Task details - Find the line holding "Each diagram is" in the entries below. Give it again exactly, along with every line after it up to and including the line holding "import numpy as np".

┌─ Material provided

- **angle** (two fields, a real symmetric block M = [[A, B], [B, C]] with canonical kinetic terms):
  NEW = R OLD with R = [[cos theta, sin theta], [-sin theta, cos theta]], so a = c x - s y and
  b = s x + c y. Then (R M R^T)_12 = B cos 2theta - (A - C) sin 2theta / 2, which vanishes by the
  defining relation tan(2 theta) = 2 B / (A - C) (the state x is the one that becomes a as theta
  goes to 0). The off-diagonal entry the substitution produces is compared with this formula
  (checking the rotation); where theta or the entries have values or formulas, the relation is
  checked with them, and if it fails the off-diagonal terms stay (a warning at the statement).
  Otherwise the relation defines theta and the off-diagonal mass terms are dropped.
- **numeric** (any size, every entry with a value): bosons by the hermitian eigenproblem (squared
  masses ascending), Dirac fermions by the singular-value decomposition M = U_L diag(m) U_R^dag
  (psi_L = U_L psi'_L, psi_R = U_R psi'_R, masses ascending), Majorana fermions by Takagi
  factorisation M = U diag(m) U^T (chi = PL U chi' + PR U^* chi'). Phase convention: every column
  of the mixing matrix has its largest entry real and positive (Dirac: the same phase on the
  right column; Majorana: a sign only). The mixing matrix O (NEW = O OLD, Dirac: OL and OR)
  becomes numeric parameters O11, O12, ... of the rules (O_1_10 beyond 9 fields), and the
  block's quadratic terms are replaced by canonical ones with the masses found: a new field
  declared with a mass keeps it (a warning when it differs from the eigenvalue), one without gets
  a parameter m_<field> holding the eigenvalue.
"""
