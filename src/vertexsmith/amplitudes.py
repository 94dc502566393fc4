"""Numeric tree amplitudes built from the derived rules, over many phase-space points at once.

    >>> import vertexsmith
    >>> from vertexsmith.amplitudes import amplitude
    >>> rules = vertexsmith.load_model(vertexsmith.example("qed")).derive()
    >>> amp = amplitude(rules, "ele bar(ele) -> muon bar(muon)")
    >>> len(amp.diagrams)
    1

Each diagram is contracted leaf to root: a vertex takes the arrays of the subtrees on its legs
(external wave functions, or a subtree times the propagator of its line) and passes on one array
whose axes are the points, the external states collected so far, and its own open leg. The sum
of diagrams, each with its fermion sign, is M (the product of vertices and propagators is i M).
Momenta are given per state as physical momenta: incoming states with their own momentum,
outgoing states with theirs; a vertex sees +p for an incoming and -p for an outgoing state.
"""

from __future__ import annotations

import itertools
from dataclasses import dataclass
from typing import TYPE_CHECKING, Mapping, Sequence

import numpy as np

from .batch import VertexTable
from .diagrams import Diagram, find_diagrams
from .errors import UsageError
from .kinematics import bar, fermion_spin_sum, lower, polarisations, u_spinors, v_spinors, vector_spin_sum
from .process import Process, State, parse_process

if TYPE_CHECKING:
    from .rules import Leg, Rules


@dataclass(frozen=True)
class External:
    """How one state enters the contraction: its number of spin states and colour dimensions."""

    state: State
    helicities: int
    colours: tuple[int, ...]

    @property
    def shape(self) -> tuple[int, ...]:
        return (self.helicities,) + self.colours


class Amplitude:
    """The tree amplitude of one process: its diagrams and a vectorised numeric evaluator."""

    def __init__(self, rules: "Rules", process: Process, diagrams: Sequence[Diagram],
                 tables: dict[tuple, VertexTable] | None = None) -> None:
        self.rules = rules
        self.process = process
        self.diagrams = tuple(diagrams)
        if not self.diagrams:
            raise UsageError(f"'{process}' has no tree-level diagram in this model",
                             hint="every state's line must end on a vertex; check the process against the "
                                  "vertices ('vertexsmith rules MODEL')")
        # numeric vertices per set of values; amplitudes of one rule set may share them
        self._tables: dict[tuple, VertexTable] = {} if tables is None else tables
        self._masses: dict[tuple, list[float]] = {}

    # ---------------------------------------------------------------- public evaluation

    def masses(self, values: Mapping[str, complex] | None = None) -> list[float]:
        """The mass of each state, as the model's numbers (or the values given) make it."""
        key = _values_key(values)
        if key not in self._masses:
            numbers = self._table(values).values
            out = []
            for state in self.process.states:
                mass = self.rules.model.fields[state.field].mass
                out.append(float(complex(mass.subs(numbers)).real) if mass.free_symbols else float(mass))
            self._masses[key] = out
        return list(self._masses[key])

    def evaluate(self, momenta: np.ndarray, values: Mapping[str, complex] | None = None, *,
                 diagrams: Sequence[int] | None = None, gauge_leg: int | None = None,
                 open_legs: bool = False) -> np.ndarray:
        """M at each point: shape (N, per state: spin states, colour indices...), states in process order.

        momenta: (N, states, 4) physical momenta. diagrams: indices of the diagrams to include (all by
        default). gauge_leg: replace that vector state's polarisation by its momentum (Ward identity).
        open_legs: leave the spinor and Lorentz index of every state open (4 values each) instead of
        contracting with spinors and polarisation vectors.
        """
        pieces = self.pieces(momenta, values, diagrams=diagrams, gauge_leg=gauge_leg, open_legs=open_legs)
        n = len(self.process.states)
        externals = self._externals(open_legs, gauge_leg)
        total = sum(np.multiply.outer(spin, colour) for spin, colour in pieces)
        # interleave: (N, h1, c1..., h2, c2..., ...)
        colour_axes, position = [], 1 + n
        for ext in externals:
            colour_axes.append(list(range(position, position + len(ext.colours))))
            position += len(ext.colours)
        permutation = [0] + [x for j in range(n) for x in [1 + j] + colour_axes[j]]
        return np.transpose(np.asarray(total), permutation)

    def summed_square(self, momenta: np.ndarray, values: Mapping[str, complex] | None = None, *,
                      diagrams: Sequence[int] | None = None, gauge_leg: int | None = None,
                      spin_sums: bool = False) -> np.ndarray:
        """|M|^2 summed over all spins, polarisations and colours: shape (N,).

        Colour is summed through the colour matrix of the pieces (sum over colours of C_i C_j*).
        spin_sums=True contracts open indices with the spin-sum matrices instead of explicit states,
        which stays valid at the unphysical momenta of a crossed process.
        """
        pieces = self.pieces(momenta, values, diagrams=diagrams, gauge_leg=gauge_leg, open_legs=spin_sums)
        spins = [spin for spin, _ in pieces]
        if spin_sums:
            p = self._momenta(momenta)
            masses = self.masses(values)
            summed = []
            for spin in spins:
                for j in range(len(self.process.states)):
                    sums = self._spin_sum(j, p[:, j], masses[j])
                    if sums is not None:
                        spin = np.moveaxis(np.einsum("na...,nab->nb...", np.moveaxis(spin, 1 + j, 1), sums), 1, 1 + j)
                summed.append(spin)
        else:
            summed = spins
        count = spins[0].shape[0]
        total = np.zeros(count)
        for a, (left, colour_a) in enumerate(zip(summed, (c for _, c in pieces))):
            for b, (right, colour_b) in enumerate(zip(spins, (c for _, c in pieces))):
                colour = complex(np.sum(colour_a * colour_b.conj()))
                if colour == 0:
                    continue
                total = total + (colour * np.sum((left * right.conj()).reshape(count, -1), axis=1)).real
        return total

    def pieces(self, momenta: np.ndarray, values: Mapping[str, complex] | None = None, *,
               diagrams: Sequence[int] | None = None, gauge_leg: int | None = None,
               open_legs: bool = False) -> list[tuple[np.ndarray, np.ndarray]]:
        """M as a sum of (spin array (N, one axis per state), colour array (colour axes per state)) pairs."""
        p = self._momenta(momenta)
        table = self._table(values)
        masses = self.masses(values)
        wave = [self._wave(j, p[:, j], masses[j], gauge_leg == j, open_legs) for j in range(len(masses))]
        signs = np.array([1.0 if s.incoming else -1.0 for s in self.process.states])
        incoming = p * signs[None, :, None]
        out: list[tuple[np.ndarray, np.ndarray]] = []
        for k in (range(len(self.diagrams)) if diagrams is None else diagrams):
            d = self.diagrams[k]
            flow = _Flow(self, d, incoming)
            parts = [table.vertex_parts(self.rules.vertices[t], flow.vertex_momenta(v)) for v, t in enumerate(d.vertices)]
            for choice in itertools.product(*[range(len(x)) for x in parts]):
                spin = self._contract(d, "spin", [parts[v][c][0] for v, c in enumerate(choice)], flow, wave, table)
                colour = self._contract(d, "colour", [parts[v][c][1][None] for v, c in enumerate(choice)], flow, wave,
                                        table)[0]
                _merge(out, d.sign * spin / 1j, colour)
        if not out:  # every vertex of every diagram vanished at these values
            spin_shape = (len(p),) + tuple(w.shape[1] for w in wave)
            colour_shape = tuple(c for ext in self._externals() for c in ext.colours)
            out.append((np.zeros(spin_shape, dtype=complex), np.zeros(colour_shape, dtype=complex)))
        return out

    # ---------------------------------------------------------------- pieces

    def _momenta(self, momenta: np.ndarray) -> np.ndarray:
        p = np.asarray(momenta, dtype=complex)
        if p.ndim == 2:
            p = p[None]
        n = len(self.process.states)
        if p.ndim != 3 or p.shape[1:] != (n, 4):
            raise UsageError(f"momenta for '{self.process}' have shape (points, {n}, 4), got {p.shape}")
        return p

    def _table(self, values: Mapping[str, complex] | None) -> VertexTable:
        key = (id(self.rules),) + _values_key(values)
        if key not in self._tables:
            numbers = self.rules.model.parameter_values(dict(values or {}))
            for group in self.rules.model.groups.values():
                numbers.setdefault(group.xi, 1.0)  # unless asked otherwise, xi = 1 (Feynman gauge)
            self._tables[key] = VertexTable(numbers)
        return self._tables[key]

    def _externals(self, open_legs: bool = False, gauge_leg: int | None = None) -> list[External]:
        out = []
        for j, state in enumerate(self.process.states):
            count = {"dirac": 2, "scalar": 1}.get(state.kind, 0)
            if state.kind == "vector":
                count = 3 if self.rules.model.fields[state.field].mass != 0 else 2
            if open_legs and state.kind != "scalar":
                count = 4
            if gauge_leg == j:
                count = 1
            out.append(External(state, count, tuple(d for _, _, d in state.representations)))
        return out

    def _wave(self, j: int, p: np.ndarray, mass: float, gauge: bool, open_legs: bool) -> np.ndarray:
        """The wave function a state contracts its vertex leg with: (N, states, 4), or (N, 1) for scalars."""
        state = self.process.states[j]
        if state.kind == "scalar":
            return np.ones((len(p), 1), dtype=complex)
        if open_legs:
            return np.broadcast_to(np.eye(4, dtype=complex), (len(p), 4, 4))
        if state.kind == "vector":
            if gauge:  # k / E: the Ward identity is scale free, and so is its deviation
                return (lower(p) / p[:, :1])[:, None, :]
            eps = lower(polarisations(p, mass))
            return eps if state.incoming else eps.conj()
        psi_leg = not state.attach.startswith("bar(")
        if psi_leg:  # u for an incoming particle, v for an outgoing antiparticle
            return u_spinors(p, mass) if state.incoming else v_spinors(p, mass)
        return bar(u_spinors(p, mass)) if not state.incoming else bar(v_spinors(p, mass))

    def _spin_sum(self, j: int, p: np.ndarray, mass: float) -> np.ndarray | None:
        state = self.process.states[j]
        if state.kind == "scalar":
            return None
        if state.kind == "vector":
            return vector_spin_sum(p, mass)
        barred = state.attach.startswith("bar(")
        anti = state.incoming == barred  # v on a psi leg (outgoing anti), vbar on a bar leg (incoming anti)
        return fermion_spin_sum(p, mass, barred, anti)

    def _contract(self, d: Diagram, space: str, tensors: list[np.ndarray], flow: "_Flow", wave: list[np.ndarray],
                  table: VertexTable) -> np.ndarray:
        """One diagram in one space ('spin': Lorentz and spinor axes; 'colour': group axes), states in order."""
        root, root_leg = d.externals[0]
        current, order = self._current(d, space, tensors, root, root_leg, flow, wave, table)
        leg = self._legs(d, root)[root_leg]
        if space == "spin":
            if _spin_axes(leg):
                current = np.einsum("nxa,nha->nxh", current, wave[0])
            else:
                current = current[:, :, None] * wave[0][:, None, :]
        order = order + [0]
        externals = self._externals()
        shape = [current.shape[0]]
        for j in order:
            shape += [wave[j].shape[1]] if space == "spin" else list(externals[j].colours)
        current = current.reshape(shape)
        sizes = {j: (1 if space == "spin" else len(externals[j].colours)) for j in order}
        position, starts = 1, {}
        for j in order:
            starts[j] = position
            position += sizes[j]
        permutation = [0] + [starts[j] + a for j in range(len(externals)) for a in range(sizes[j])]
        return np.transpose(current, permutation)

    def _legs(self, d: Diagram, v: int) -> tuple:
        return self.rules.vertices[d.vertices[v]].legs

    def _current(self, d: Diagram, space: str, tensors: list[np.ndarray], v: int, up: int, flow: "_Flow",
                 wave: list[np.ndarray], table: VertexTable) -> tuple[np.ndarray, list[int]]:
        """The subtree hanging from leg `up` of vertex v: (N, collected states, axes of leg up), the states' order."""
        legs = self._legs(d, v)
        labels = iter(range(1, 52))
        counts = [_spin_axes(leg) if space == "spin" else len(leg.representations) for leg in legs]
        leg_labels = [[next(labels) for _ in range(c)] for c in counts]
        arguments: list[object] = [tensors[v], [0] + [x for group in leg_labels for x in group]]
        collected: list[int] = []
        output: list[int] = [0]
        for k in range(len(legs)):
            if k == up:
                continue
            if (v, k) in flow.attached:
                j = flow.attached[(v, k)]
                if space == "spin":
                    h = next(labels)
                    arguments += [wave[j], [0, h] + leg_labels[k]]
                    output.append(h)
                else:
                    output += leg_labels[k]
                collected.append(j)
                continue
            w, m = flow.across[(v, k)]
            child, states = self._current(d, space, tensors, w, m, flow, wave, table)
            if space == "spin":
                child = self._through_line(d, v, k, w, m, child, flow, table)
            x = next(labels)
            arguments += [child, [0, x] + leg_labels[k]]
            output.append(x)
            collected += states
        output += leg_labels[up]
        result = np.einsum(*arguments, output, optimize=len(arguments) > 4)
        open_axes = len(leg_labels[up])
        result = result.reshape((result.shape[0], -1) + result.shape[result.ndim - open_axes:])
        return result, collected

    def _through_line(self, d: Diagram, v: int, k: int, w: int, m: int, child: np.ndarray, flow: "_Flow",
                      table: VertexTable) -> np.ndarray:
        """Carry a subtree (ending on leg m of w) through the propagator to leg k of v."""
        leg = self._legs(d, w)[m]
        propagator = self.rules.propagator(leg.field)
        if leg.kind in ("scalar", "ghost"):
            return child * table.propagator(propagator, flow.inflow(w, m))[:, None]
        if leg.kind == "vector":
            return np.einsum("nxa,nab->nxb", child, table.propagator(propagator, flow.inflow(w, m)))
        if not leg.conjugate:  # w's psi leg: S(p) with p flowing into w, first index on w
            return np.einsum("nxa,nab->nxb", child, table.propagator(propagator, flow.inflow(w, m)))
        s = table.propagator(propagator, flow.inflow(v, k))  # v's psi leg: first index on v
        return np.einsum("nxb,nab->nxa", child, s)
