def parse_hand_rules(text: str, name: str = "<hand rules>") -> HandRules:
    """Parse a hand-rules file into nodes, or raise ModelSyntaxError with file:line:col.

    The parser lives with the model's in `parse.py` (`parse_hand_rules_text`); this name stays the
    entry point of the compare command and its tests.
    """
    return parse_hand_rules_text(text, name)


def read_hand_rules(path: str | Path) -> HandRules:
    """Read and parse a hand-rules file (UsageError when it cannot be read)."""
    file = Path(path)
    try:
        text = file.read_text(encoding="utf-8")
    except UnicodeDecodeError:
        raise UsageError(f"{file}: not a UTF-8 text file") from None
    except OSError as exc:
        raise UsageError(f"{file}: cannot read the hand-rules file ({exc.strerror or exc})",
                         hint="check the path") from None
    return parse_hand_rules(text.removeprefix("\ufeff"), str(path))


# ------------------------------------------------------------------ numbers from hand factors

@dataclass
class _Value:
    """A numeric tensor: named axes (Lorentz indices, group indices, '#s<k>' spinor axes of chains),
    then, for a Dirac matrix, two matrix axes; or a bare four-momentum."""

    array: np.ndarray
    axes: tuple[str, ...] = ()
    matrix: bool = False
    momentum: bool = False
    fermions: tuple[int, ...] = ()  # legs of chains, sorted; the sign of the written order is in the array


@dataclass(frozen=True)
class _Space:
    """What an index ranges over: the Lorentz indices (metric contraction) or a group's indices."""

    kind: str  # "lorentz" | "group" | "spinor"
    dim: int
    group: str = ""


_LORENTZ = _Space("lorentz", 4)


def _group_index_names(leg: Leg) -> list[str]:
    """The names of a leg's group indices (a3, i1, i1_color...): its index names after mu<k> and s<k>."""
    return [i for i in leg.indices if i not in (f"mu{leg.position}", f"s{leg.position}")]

└─

Answer section -
Each diagram is contracted leaf to root: a vertex takes the arrays of the subtrees on its legs
(external wave functions, or a subtree times the propagator of its line) and passes on one array
whose axes are the points, the external states collected so far, and its own open leg. The sum
of diagrams, each with its fermion sign, is M (the product of vertices and propagators is i M).
Momenta are given per state as physical momenta: incoming states with their own momentum,
outgoing states with theirs; a vertex sees +p for an incoming and -p for an outgoing state.
"""

from __future__ import annotations

import itertools
from dataclasses import dataclass
from typing import TYPE_CHECKING, Mapping, Sequence

import numpy as np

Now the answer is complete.